| What the exercise asks |
Please copy every line of the records below that holds the word "ideal".
Content starts
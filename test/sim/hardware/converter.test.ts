import fc from 'fast-check';
import { describe, expect, test } from 'vitest';
import { Intake } from '../../../lib/intake.ts';
import { Block } from '../../../lib/block.ts';
import { CLIP_CONVERTER } from '../../../sim/hardware/clip.ts';
import { Converter, lsbVolts, wordOf } from '../../../sim/hardware/converter.ts';
import type { ConverterUnit } from '../../../sim/hardware/draw.ts';
import { AT_HOME, converterUnit } from './parts.ts';
import { endPointErrors, histogramTransitions, measuredTransitions } from './transitions.ts';

function converterOf(change: Partial<ConverterUnit> = {}, surroundings = AT_HOME, trial = 0): Converter {
  const converter = new Converter(converterUnit(change), { seed: 2, trial });
  converter.surround(surroundings);
  return converter;
}

const mark = new Uint8Array(1);

describe('ideal quantiser', () => {
  test('every code is centred on its voltage, transitions stand half an LSB beside it', () => {
    fc.assert(fc.property(fc.integer({ min: 1, max: 4094 }), fc.double({ min: -0.4999, max: 0.4999, noNaN: true }),
      (code, beside) => {
        expect(converterOf({ reference_V: 4.096 }).code((code + beside) * 1e-3, 0, mark, 0)).toBe(code);
      }), { examples: [[1, -0.4999], [4094, 0.4999], [2048, 0]] });
  });

  test('codes stop at both ends, and only what is beyond them is marked as clipped', () => {
    const converter = converterOf({ reference_V: 4.096 });
    const outcome = (volts: number) => {
      mark[0] = 0;
      return [converter.code(volts, 0, mark, 0), mark[0]];
    };
    expect(outcome(-0.0004)).toEqual([0, 0]);
    expect(outcome(-0.0006)).toEqual([0, CLIP_CONVERTER]);
    expect(outcome(4.0954)).toEqual([4095, 0]);
    expect(outcome(4.0956)).toEqual([4095, CLIP_CONVERTER]);
    expect(outcome(-1e9)).toEqual([0, CLIP_CONVERTER]);
    expect(outcome(1e9)).toEqual([4095, CLIP_CONVERTER]);
    expect(converter.clips).toBe(4);
  });

  test('a reference from the supply scales with it, a fixed one does not', () => {
    expect(lsbVolts(converterUnit({ reference: 'supply' }), 0.9)).toBe(4.5 / 4096);
    expect(lsbVolts(converterUnit(), 0.9)).toBe(5 / 4096);
    const half = { ...AT_HOME, supplyRatio: 0.5 };
    expect(converterOf({ reference: 'supply' }, half).code(1.25, 0, mark, 0)).toBe(2048);
    expect(converterOf({}, half).code(1.25, 0, mark, 0)).toBe(1024);
  });

  test.each([
    // W. R. Bennett, Bell Syst. Tech. J. 27 (1948) 446: 20 N log10 2 + 10 log10 1.5 dB
    [8, 49.92571189679381], [10, 61.96691172335306], [12, 74.0081115499123], [16, 98.0905112032308],
  ])('%s bits: signal to noise of a full-scale sine is %s dB, rms error q/sqrt(12)', (bits, expected) => {
    const converter = converterOf({ bits, reference_V: 2 ** bits });
    const points = 2 ** 18;
    const amplitude = 2 ** (bits - 1) - 0.5;
    let errors = 0;
    let squares = 0;
    for (let n = 0; n < points; n++) {
      // 12345 periods, coprime to the points: every phase once
      const ideal = amplitude + amplitude * Math.sin(2 * Math.PI * ((12345 * n) % points) / points + 0.1);
      const error = converter.code(ideal, 0, mark, 0) - ideal;
      errors += error * error;
      squares += (ideal - amplitude) ** 2;
    }
    // the squared error is 1/12 + sum of +-cos(2 pi k x)/(pi k)^2; over a sine the cosines average to J0(2 pi k A),
    // at most 1/(pi sqrt(k A)): together 12 zeta(5/2)/(pi^3 sqrt A) of 1/12. The points: variance 144/180 of a square
    const allowed = 12 * 1.3415 / (Math.PI ** 3 * Math.sqrt(amplitude)) + 5 * Math.sqrt(0.8 / points);
    expect(Math.abs(errors / points / (1 / 12) - 1)).toBeLessThan(allowed);
    // the amplitude is half an LSB short of half the range: 20 log10(1 - 2^-bits)
    const decibel = 10 * Math.log10(squares / errors) - 20 * Math.log10(1 - 2 ** -bits);
    expect(Math.abs(decibel - expected)).toBeLessThan(10 * Math.log10(1 / (1 - allowed)));
  });

  test('noise in codes adds to the quantiser: variance noise^2 + 1/12', () => {
    const converter = converterOf({ noise_codes: 1.5, reference_V: 4.096 });
    const count = 200_000;
    let sum = 0;
    let squares = 0;
    for (let i = 0; i < count; i++) {
      const deviation = converter.code(2.0003, 0, mark, 0) - 2000.3;
      sum += deviation;
      squares += deviation * deviation;
    }
    // at 1.5 codes the quantiser error is uniform and independent to exp(-2 pi^2 1.5^2) = 5e-20 (Widrow)
    const variance = 1.5 ** 2 + 1 / 12;
    expect(Math.abs(sum / count)).toBeLessThan(5 * Math.sqrt(variance / count));
    expect(Math.abs(squares / count / variance - 1)).toBeLessThan(5 * Math.sqrt(2 / count));
  });
});

describe('errors of a real converter', () => {
  test('a fixed reference drifts from 25 °C, one from the supply does not', () => {
    const warm = { ...AT_HOME, converterCelsius: 65 };
    // 40 K * 500 ppm/K = 2 %: 2.5 V are 2048/1.02 = 2007.8 codes
    expect(converterOf({ referenceDrift_ppm_per_K: 500 }, warm).code(2.5, 0, mark, 0)).toBe(2008);
    expect(converterOf({ referenceDrift_ppm_per_K: 500, reference: 'supply' }, warm).code(2.5, 0, mark, 0)).toBe(2048);
  });

  test('offset moves every code, gain error turns the line about 0 V', () => {
    // 1 mV a code
    const off = converterOf({ reference_V: 4.096, offset_codes: -3 });
    const turned = converterOf({ reference_V: 4.096, gainError_percent: 2 });
    for (const code of [10, 1000, 4000]) {
      expect(off.code(code * 1e-3, 0, mark, 0)).toBe(code - 3);
      expect(turned.code(code * 1e-3, 0, mark, 0)).toBe(Math.round(1.02 * code));
    }
  });

  test('jitter turns a slope into noise of slope * jitter, and leaves a steady voltage alone', () => {
    const jittery = converterOf({ reference_V: 4.096, bits: 12, jitter_ns: 50 });
    const count = 200_000;
    let sum = 0;
    let squares = 0;
    for (let i = 0; i < 1000; i++) expect(jittery.code(2.0003, 0, mark, 0)).toBe(2000);
    for (let i = 0; i < count; i++) {
      // 40 mV/us * 50 ns = 2 mV = 2 codes
      const deviation = jittery.code(2.0003, 40e3, mark, 0) - 2000.3;
      sum += deviation;
      squares += deviation * deviation;
    }
    const variance = 4 + 1 / 12;
    expect(Math.abs(sum / count)).toBeLessThan(5 * Math.sqrt(variance / count));
    expect(Math.abs(squares / count / variance - 1)).toBeLessThan(5 * Math.sqrt(2 / count));
  });

  test('jitter of a full-scale sine limits it to -20 log10(2 pi f t) dB (W. Kester, textbook; from memory)', () => {
    const jittery = converterOf({ bits: 20, word_bits: 24, reference_V: 2, jitter_ns: 10 });
    const hertz = 1e5;
    const count = 100_000;
    let squares = 0;
    for (let i = 0; i < count; i++) {
      const angle = (2 * Math.PI * ((12347 * i) % count)) / count;
      const ideal = 1 + 0.999 * Math.sin(angle);
      const got = jittery.code(ideal, 0.999 * 2 * Math.PI * hertz * Math.cos(angle), mark, 0) * 2 ** -19;
      squares += (got - ideal) ** 2;
    }
    const decibel = 10 * Math.log10(0.999 ** 2 / 2 / (squares / count));
    // product of a cosine and a normal: kurtosis 4.5, so 3.5/N; 10/ln 10 times it
    const allowed = 5 * Math.sqrt(3.5 / count) * (10 / Math.LN10);
    expect(Math.abs(decibel + 20 * Math.log10(2 * Math.PI * hertz * 10e-9))).toBeLessThan(allowed);
  });
});

describe('transition levels (IEEE Std 1241)', () => {
  const unit: Partial<ConverterUnit> = { bits: 10, reference_V: 1024 };

  test('the measuring functions give the known answers', () => {
    const { dnl, inl } = endPointErrors([0.5, 1.6, 2.4, 3.5, 4.7, 5.4, 6.5]);
    const close = (got: number[], expected: number[]) => got.forEach((x, k) => expect(x).toBeCloseTo(expected[k], 9));
    close(dnl, [0.1, -0.2, 0.1, 0.2, -0.3, 0.1]);
    close(inl, [0, 0.1, -0.1, 0, 0.2, -0.1, 0]);
    close(histogramTransitions([500, 250, 250, 500], 1, 0), [-0.5, 0, 0.5]);
  });

  test('an ideal converter has none', () => {
    const { dnl, inl } = endPointErrors(measuredTransitions(converterOf(unit), 10));
    // bisection to 2^-32 of the range
    for (const x of [...dnl, ...inl]) expect(Math.abs(x)).toBeLessThan(1e-6);
  });

  test('a bow of 3 codes is 3 codes high in the middle and zero at both ends', () => {
    const transitions = measuredTransitions(converterOf({ ...unit, inl_codes: 3 }), 10);
    const { inl } = endPointErrors(transitions);
    expect(Math.abs(inl[0])).toBeLessThan(1e-6);
    expect(Math.abs(inl[1022])).toBeLessThan(1e-6);
    // a reading that is high has its transitions low
    const lowest = Math.min(...inl);
    // x + bow(x) = k - 1/2 with |bow'| <= 12/1022: the height is met within the rounding of the bisection, and the
    // place of the middle lies between two transitions, where a parabola of height 3 loses 3 (1/511)^2
    expect(Math.abs(lowest + 3)).toBeLessThan(3 / 511 ** 2 * 20);
    expect(Math.abs(inl.indexOf(lowest) - 511)).toBeLessThanOrEqual(4);
  });

  test('code widths have the standard deviation dnl; ends stay; the sum of the widths does not walk away', () => {
    const { dnl, inl } = endPointErrors(measuredTransitions(converterOf({ ...unit, dnl_codes: 0.3 }), 10));
    const power = dnl.reduce((sum, x) => sum + x * x, 0) / dnl.length;
    // widths of neighbours share a transition (correlation -1/2): variance of the mean square below 2.5/N of it
    expect(Math.abs(power / 0.09 - 1)).toBeLessThan(5 * Math.sqrt(2.5 / dnl.length) + 3 / dnl.length);
    for (const x of inl) expect(Math.abs(x)).toBeLessThan(0.3 * Math.sqrt(1.5) + 1e-6);
    expect(Math.abs(inl[0]) + Math.abs(inl[1022])).toBeLessThan(1e-6);
  });

  test('code widths belong to the unit: the same again, others in another trial', () => {
    const bent = { ...unit, dnl_codes: 0.2 };
    const widths = (trial: number) => measuredTransitions(converterOf(bent, AT_HOME, trial), 10);
    const first = widths(1);
    expect(widths(1)).toEqual(first);
    const other = widths(2);
    expect(first.filter((x, k) => Math.abs(x - other[k]) > 1e-4).length).toBeGreaterThan(900);
    // no tie between trials: correlation of 1021 independent deviations
    const correlation = first.reduce((sum, x, k) => sum + (x - k - 0.5) * (other[k] - k - 0.5), 0) / 1021 / (0.04 / 2);
    expect(Math.abs(correlation)).toBeLessThan(5 / Math.sqrt(1021));
  });

  test('a higher voltage never gives a lower code, at the largest dnl', () => {
    const converter = converterOf({ ...unit, dnl_codes: 0.5 });
    let before = 0;
    for (let volts = 0; volts < 1023; volts += 0.03) {
      const code = converter.code(volts, 0, mark, 0);
      expect(code).toBeGreaterThanOrEqual(before);
      before = code;
    }
  });

  test('the histogram of a sine finds the same transitions as the search', () => {
    const bent = { bits: 6, reference_V: 64, dnl_codes: 0.25, inl_codes: 0.8 };
    const amplitude = 33;
    const counts = new Array<number>(64).fill(0);
    const converter = converterOf(bent);
    const samples = 2_000_000;
    for (let n = 0; n < samples; n++) {
      // every phase once, and none twice
      counts[converter.code(31.5 - amplitude * Math.cos((2 * Math.PI * (n + 0.5)) / samples), 0, mark, 0)]++;
    }
    const found = histogramTransitions(counts, amplitude, 31.5);
    const searched = measuredTransitions(converterOf(bent), 6);
    // each count is off by at most 2, which is a phase of 2 pi 2/samples, times the amplitude
    found.forEach((level, k) => expect(Math.abs(level - searched[k])).toBeLessThan(4 * Math.PI * amplitude / samples));
  });

  test('24 bits need no table', () => {
    const fine = converterOf({ bits: 24, word_bits: 32, reference_V: 2 ** 24, dnl_codes: 0.3 });
    // within one code of the ideal one
    for (const volts of [5.5, 1e6 + 0.4, 2 ** 23, 2 ** 24 - 7.6]) {
      expect(Math.abs(fine.code(volts, 0, mark, 0) - volts)).toBeLessThan(0.5 + 0.3 * Math.sqrt(1.5));
    }
  });
});

describe('words', () => {
  test.each([
    // codes 0, mid - 1, mid, mid + 1, highest of 12 bits, written by hand
    ['offset binary', 'right', 16, [0, 0x7ff, 0x800, 0x801, 0xfff]],
    ['offset binary', 'left', 16, [0, 0x7ff0, 0x8000, 0x8010, 0xfff0]],
    ["two's complement", 'right', 16, [-2048, -1, 0, 1, 2047]],
    ["two's complement", 'left', 16, [-32768, -16, 0, 16, 32752]],
    ["two's complement", 'left', 32, [-2147483648, -1048576, 0, 1048576, 2146435072]],
    ['offset binary', 'left', 32, [0, 0x7ff00000, -2147483648, -2146435072, -1048576]],
  ] as const)('%s, %s, %s bits', (format, justified, word_bits, expected) => {
    const unit = converterUnit({ format, justified, word_bits });
    expect([0, 2047, 2048, 2049, 4095].map((code) => wordOf(unit, code))).toEqual([...expected]);
  });

  test('intake of the firmware gets the code back from every format and width', () => {
    const formats = fc.constantFrom<ConverterUnit['format']>('offset binary', "two's complement");
    const places = fc.constantFrom<ConverterUnit['justified']>('right', 'left');
    const shares = fc.double({ min: 0, max: 1, noNaN: true });
    fc.assert(fc.property(fc.integer({ min: 6, max: 24 }), fc.nat(26), formats, places, shares,
      (bits, more, format, justified, share) => {
        const word_bits = Math.max(8, Math.min(32, bits + more));
        const code = Math.floor(share * (2 ** bits - 1));
        const signed = format === "two's complement" ? 1 : 0;
        const block = new Block(1);
        block.value[0] = wordOf(converterUnit({ bits, word_bits, format, justified }), code);
        block.count = 1;
        const justifyShift = justified === 'left' ? word_bits - bits : 0;
        const unit = { sign: 1 } as ConstructorParameters<typeof Intake>[1];
        new Intake({ kind: 'intake', bits, signed, justifyShift, midCode: 0, guardBits: 0 }, unit).process(block);
        expect(block.value[0]).toBe(code - signed * 2 ** (bits - 1));
      }), { examples: [[24, 8, "two's complement", 'left', 1], [24, 8, 'offset binary', 'left', 1]] });
  });
});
Content ends
| Expected answer |
describe('ideal quantiser', () => {
      const ideal = amplitude + amplitude * Math.sin(2 * Math.PI * ((12345 * n) % points) / points + 0.1);
      const error = converter.code(ideal, 0, mark, 0) - ideal;
      squares += (ideal - amplitude) ** 2;
      const ideal = 1 + 0.999 * Math.sin(angle);
      const got = jittery.code(ideal, 0.999 * 2 * Math.PI * hertz * Math.cos(angle), mark, 0) * 2 ** -19;
      squares += (got - ideal) ** 2;
  test('an ideal converter has none', () => {
    // within one code of the ideal one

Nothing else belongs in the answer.